▽

package org.saddlebook.desk.components.api;

import java.awt.BasicStroke;
import java.awt.Component;
import java.awt.Cursor;
import java.awt.FontMetrics;
import java.awt.Graphics2D;
import java.awt.Rectangle;
import java.awt.event.ActionEvent;
import java.awt.event.FocusEvent;
import java.awt.event.FocusListener;
import java.awt.event.InputEvent;
import java.awt.event.KeyEvent;
import java.awt.event.MouseAdapter;
import java.awt.event.MouseEvent;
import java.awt.event.MouseWheelEvent;
import java.awt.geom.Ellipse2D;
import java.awt.geom.Line2D;
import java.awt.geom.Rectangle2D;
import java.util.ArrayList;
import java.util.List;
import java.util.Optional;
import javax.swing.AbstractAction;
import javax.swing.JComponent;
import javax.swing.KeyStroke;
import javax.swing.SwingUtilities;
import org.saddlebook.charts.api.FigureDrawing;
import org.saddlebook.charts.api.FigurePoint;
import org.saddlebook.desk.api.Ink;

/** Mouse and keys of a figure, and what they paint over it. */
final class FigureHand extends MouseAdapter implements FocusListener {
    private static final double REACH = 9;
    private static final int LEAST_DRAG = 8;
    private static final double STEP = 0.8;
    private static final BasicStroke DASHED =
            new BasicStroke(1f, BasicStroke.CAP_BUTT, BasicStroke.JOIN_ROUND, 1f, new float[] {4, 3}, 0f);

    private final FigureView view;
    private Optional<MouseEvent> over = Optional.empty();
    private Optional<MouseEvent> pressed = Optional.empty();
    private int chosen = -1;

    FigureHand(FigureView view) {
        this.view = view;
    }

    void install() {
        view.addMouseListener(this);
        view.addMouseMotionListener(this);
        view.addMouseWheelListener(this);
        view.addFocusListener(this);
        key(KeyEvent.VK_LEFT, 0, "previous point", () -> choose(-1));
        key(KeyEvent.VK_RIGHT, 0, "next point", () -> choose(1));
        key(KeyEvent.VK_ENTER, 0, "act on point", this::act);
        key(KeyEvent.VK_SPACE, 0, "act on point", this::act);
        key(KeyEvent.VK_PLUS, 0, "nearer", () -> zoom(STEP));
        key(KeyEvent.VK_EQUALS, 0, "nearer", () -> zoom(STEP));
        key(KeyEvent.VK_ADD, 0, "nearer", () -> zoom(STEP));
        key(KeyEvent.VK_MINUS, 0, "farther", () -> zoom(1 / STEP));
        key(KeyEvent.VK_SUBTRACT, 0, "farther", () -> zoom(1 / STEP));
        key(KeyEvent.VK_LEFT, InputEvent.SHIFT_DOWN_MASK, "move left", () -> view.moveBy(-0.1, 0));
        key(KeyEvent.VK_RIGHT, InputEvent.SHIFT_DOWN_MASK, "move right", () -> view.moveBy(0.1, 0));
        key(KeyEvent.VK_UP, InputEvent.SHIFT_DOWN_MASK, "move up", () -> view.moveBy(0, -0.1));
        key(KeyEvent.VK_DOWN, InputEvent.SHIFT_DOWN_MASK, "move down", () -> view.moveBy(0, 0.1));
        key(KeyEvent.VK_ESCAPE, 0, "whole figure", this::whole);
        key(
                KeyEvent.VK_C,
                InputEvent.CTRL_DOWN_MASK,
                "copy picture",
                () -> view.menu().copy());
        key(KeyEvent.VK_F10, InputEvent.SHIFT_DOWN_MASK, "more", this::popUp);
        key(KeyEvent.VK_CONTEXT_MENU, 0, "more", this::popUp);
    }

    private void key(int code, int modifiers, String what, Runnable work) {
        view.getInputMap(JComponent.WHEN_FOCUSED).put(KeyStroke.getKeyStroke(code, modifiers), what);
        view.getActionMap().put(what, new AbstractAction(what) {
            private static final long serialVersionUID = 1L;

            @Override
            public void actionPerformed(ActionEvent event) {
                work.run();
            }
        });
    }

    /** The figure was laid out anew: places are no longer what they were. */
    void forget() {
        over = Optional.empty();
        pressed = Optional.empty();
        chosen = -1;
    }

    private void whole() {
        view.zoomTo(Optional.empty());
    }

    private void popUp() {
        view.menu().menu().show(view, view.getWidth() / 2, view.getHeight() / 2);
    }

    private void zoom(double factor) {
        view.drawing()
                .ifPresent(now ->
                        view.zoomBy(factor, now.area().getCenterX(), now.area().getCenterY()));
    }

    private void choose(int step) {
        int points = view.drawing().map(now -> now.points().size()).orElse(0);
        if (points == 0) {
            return;
        }
        chosen = chosen < 0 ? (step > 0 ? 0 : points - 1) : Math.floorMod(chosen + step, points);
        FigurePoint point = view.drawing().orElseThrow().points().get(chosen);
        String before = view.getAccessibleContext().getAccessibleDescription();
        view.getAccessibleContext().setAccessibleDescription(view.textOf(point).replace('\n', ' '));
        view.getAccessibleContext()
                .firePropertyChange(
                        javax.accessibility.AccessibleContext.ACCESSIBLE_DESCRIPTION_PROPERTY,
                        before,
                        view.textOf(point));
        view.repaint();
    }

    private Optional<FigurePoint> chosenPoint() {
        return view.drawing()
                .filter(now -> chosen >= 0 && chosen < now.points().size())
                .map(now -> now.points().get(chosen));
    }

    private void act() {
        chosenPoint().ifPresent(view::actOn);
    }

    @Override
    public void mouseMoved(MouseEvent event) {
        over = Optional.of(event);
        boolean point = view.verb().isPresent() && under(event).isPresent();
        view.setCursor(Cursor.getPredefinedCursor(point ? Cursor.HAND_CURSOR : Cursor.DEFAULT_CURSOR));
        view.repaint();
    }

    private Optional<FigurePoint> under(MouseEvent event) {
        return view.drawing().flatMap(now -> now.pointAt(event.getX(), event.getY(), REACH));
    }

    @Override
    public void mouseExited(MouseEvent event) {
        over = Optional.empty();
        view.repaint();
    }

    @Override
    public void mousePressed(MouseEvent event) {
        view.requestFocusInWindow();
        if (event.isPopupTrigger()) {
            view.menu().menu().show(view, event.getX(), event.getY());
        } else if (SwingUtilities.isLeftMouseButton(event)) {
            pressed = Optional.of(event);
        }
    }

    @Override
    public void mouseDragged(MouseEvent event) {
        over = Optional.of(event);
        view.repaint();
    }

    @Override
    public void mouseReleased(MouseEvent event) {
        Optional<MouseEvent> from = pressed;
        pressed = Optional.empty();
        if (event.isPopupTrigger()) {
            view.menu().menu().show(view, event.getX(), event.getY());
            return;
        }
        if (from.isEmpty()) {
            return;
        }
        Optional<FigureDrawing> now = view.drawing();
        Rectangle2D dragged = dragged(from.get(), event);
        if (now.isPresent() && dragged.getWidth() >= LEAST_DRAG && dragged.getHeight() >= LEAST_DRAG) {
            Rectangle2D inside = dragged.createIntersection(now.get().area());
            if (inside.getWidth() >= LEAST_DRAG && inside.getHeight() >= LEAST_DRAG) {
                now.get().part(inside).ifPresent(part -> view.zoomTo(Optional.of(part)));
            }
        } else if (event.getClickCount() == 2 && under(event).isEmpty()) {
            whole();
        } else {
            under(event).ifPresent(view::actOn);
        }
        view.repaint();
    }

    private static Rectangle2D dragged(MouseEvent from, MouseEvent to) {
        Rectangle2D dragged = new Rectangle2D.Double();
        dragged.setFrameFromDiagonal(from.getPoint(), to.getPoint());
        return dragged;
    }

    @Override
    public void mouseWheelMoved(MouseWheelEvent event) {
        if (event.isControlDown() || view.hasFocus()) {
            view.zoomBy(StrictMath.pow(STEP, -event.getPreciseWheelRotation()), event.getX(), event.getY());
            return;
        }
        // Over a figure that nobody works with, the wheel turns the page.
        Component page = view.getParent();
        if (page != null) {
            page.dispatchEvent(SwingUtilities.convertMouseEvent(view, event, page));
        }
    }

    @Override
    public void focusGained(FocusEvent event) {
        view.repaint();
    }

    @Override
    public void focusLost(FocusEvent event) {
        chosen = -1;
        view.repaint();
    }

    void paint(Graphics2D g, FigureDrawing now) {
        Ink ink = view.context().ink();
        if (view.hasFocus()) {
            g.setColor(view.focusInk());
            g.setStroke(new BasicStroke(2f));
            g.draw(new Rectangle(1, 1, view.getWidth() - 2, view.getHeight() - 2));
        }
        if (pressed.isPresent() && over.isPresent()) {
            g.setColor(ink.ink());
            g.setStroke(DASHED);
            g.draw(dragged(pressed.get(), over.get()).createIntersection(now.area()));
            return;
        }
        if (over.isPresent()) {
            hover(g, now, over.get(), ink);
        } else if (chosenPoint().isPresent()) {
            FigurePoint point = chosenPoint().get();
            ring(g, point, ink);
            plate(g, ink, lines(point), point.px(), point.py());
        }
    }

    private void hover(Graphics2D g, FigureDrawing now, MouseEvent event, Ink ink) {
        Optional<FigurePoint> point = now.pointAt(event.getX(), event.getY(), REACH);
        if (point.isPresent()) {
            ring(g, point.get(), ink);
            plate(g, ink, lines(point.get()), point.get().px(), point.get().py());
            return;
        }
        boolean inside = now.area().contains(event.getPoint());
        List<String> readings = inside ? now.readingsAt(event.getX()) : List.of();
        if (!readings.isEmpty()) {
            g.setColor(ink.faint());
            g.setStroke(DASHED);
            g.draw(new Line2D.Double(
                    event.getX(), now.area().getMinY(), event.getX(), now.area().getMaxY()));
            plate(g, ink, readings, event.getX(), event.getY());
        }
    }

    private List<String> lines(FigurePoint point) {
        List<String> lines = new ArrayList<>(List.of(view.textOf(point).split("\n", -1)));
        view.verb().ifPresent(verb -> lines.add(verb + ": click or Enter"));
        return lines;
    }

    private static void ring(Graphics2D g, FigurePoint point, Ink ink) {
        g.setColor(ink.plum());
        g.setStroke(new BasicStroke(1.5f));
        g.draw(new Ellipse2D.Double(point.px() - 10, point.py() - 10, 20, 20));
    }

    /** A plate with lines of text beside a place, always inside the figure. */
    private void plate(Graphics2D g, Ink ink, List<String> lines, double x, double y) {
        g.setFont(ink.font(0.92, false));
        FontMetrics metrics = g.getFontMetrics();
        int wide = 0;
        for (String line : lines) {
            wide = Math.max(wide, metrics.stringWidth(line));
        }
        int width = wide + 16;
        int height = lines.size() * metrics.getHeight() + 8;
        double left = x + 16 + width <= view.getWidth() ? x + 14 : Math.max(2, x - 14 - width);
        double top = Math.max(2, Math.min(y - height - 8, view.getHeight() - height - 2));
        Rectangle2D plate = new Rectangle2D.Double(left, top, width, height);
        g.setColor(ink.sheet());
        g.fill(plate);
        g.setColor(ink.ink());
        g.setStroke(new BasicStroke(1f));
        g.draw(plate);
        float base = (float) top + 4 + metrics.getAscent();
        for (String line : lines) {
            g.drawString(line, (float) left + 8, base);
            base += metrics.getHeight();
        }
    }
}
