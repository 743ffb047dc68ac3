package org.saddlebook.api.task;

import java.util.Objects;

/**
 * What came of running code that may be broken.
 *
 * @param <T> type of the answer
 */
public sealed interface Contained<T> {
    /**
     * It answered.
     *
     * @param value the answer; never null
     */
    record Answer<T>(T value) implements Contained<T> {
        /** Checks the answer. */
        public Answer {
            Objects.requireNonNull(value, "value");
        }
    }

    /**
     * It threw, returned nothing or did not come back.
     *
     * @param reason a sentence that names the culprit and what it did
     */
    record Broke<T>(String reason) implements Contained<T> {
        /** Checks the reason. */
        public Broke {
            Objects.requireNonNull(reason, "reason");
        }
    }
}
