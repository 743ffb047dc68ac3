package org.saddlebook.desk.components.api;

import java.awt.Component;
import java.awt.Container;
import java.awt.Dimension;
import java.awt.Insets;
import java.awt.LayoutManager;
import java.util.function.Consumer;
import javax.swing.BorderFactory;
import javax.swing.JButton;
import javax.swing.JLabel;
import javax.swing.JPanel;
import javax.swing.JTextField;
import org.saddlebook.desk.api.Ink;

/** Fields and buttons in the flow of a sentence, on as many lines as they need. */
public final class FieldFlow extends JPanel {
    private static final long serialVersionUID = 1L;

    /** Letters are a little wider on a screen of high density than they were measured. */
    private static final javax.swing.border.Border SLACK = BorderFactory.createEmptyBorder(0, 0, 0, 5);

    private final transient Ink ink;

    /** An empty flow. */
    public FieldFlow(Ink ink) {
        this.ink = ink;
        setOpaque(false);
        setLayout(new Wrapping());
        setBorder(BorderFactory.createEmptyBorder(4, 16, 4, 16));
    }

    /** Adds words. */
    public JLabel say(String text) {
        JLabel label = new JLabel(text);
        label.setFont(ink.font(1, false));
        label.setForeground(ink.ink());
        label.setBorder(SLACK);
        label.getAccessibleContext().setAccessibleName(text);
        add(label);
        return label;
    }

    /**
     * Adds a field with its label in front; what was typed counts when Enter is pressed.
     *
     * @param label shown
     * @param name accessible name
     * @param columns width in letters
     * @param entered receives the text without blanks around it
     */
    public JTextField field(String label, String name, String text, int columns, Consumer<String> entered) {
        JPanel pair = new JPanel();
        pair.setLayout(new java.awt.BorderLayout(6, 0));
        pair.setOpaque(false);
        JTextField field = new JTextField(text, columns);
        field.setFont(ink.font(1, false));
        field.getAccessibleContext().setAccessibleName(name);
        field.getAccessibleContext().setAccessibleDescription("Enter applies what was typed.");
        field.addActionListener(event -> entered.accept(field.getText().strip()));
        if (!label.isEmpty()) {
            JLabel words = new JLabel(label);
            words.setFont(ink.font(1, false));
            words.setForeground(ink.ink());
            words.setBorder(SLACK);
            words.setLabelFor(field);
            pair.add(words, java.awt.BorderLayout.WEST);
        }
        pair.add(field, java.awt.BorderLayout.CENTER);
        add(pair);
        return field;
    }

    /** Adds a button. */
    public JButton button(String text, String name, Runnable work) {
        JButton button = new JButton(text);
        button.setFont(ink.font(0.96, false));
        button.getAccessibleContext().setAccessibleName(name);
        button.addActionListener(event -> work.run());
        add(button);
        return button;
    }

    /** Takes everything out. */
    public void clear() {
        removeAll();
        revalidate();
        repaint();
    }

    /** From left to right, on the next line where there is no room. */
    private static final class Wrapping implements LayoutManager {
        private static final int GAP = 12;
        private static final int LINE = 6;

        @Override
        public void addLayoutComponent(String name, Component component) {
            // Nothing to remember.
        }

        @Override
        public void removeLayoutComponent(Component component) {
            // Nothing was remembered.
        }

        @Override
        public Dimension preferredLayoutSize(Container flow) {
            int width = flow.getWidth() > 0 ? flow.getWidth() : 800;
            return new Dimension(width, place(flow, width, false));
        }

        @Override
        public Dimension minimumLayoutSize(Container flow) {
            return new Dimension(200, 20);
        }

        @Override
        public void layoutContainer(Container flow) {
            place(flow, flow.getWidth(), true);
        }

        private static int place(Container flow, int width, boolean move) {
            Insets insets = flow.getInsets();
            int x = insets.left;
            int y = insets.top;
            int high = 0;
            for (Component component : flow.getComponents()) {
                if (!component.isVisible()) {
                    continue;
                }
                Dimension wanted = component.getPreferredSize();
                int wide = Math.min(wanted.width, width - insets.left - insets.right);
                if (x > insets.left && x + wide > width - insets.right) {
                    x = insets.left;
                    y += high + LINE;
                    high = 0;
                }
                if (move) {
                    component.setBounds(x, y, wide, wanted.height);
                }
                x += wide + GAP;
                high = Math.max(high, wanted.height);
            }
            if (move) {
                centreLines(flow);
            }
            return y + high + insets.bottom;
        }

        /** Labels stand on the middle of the fields beside them. */
        private static void centreLines(Container flow) {
            Component[] all = flow.getComponents();
            int from = 0;
            while (from < all.length) {
                int to = from;
                int high = all[from].getHeight();
                while (to + 1 < all.length && all[to + 1].getY() == all[from].getY()) {
                    to++;
                    high = Math.max(high, all[to].getHeight());
                }
                int top = all[from].getY();
                for (int i = from; i <= to; i++) {
                    all[i].setLocation(all[i].getX(), top + (high - all[i].getHeight()) / 2);
                }
                from = to + 1;
            }
        }
    }
}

△

Work to complete =
Filter the listing above down to the lines that contain the word "Checks".

Finished task =
        /** Checks the answer. */
        /** Checks the reason. */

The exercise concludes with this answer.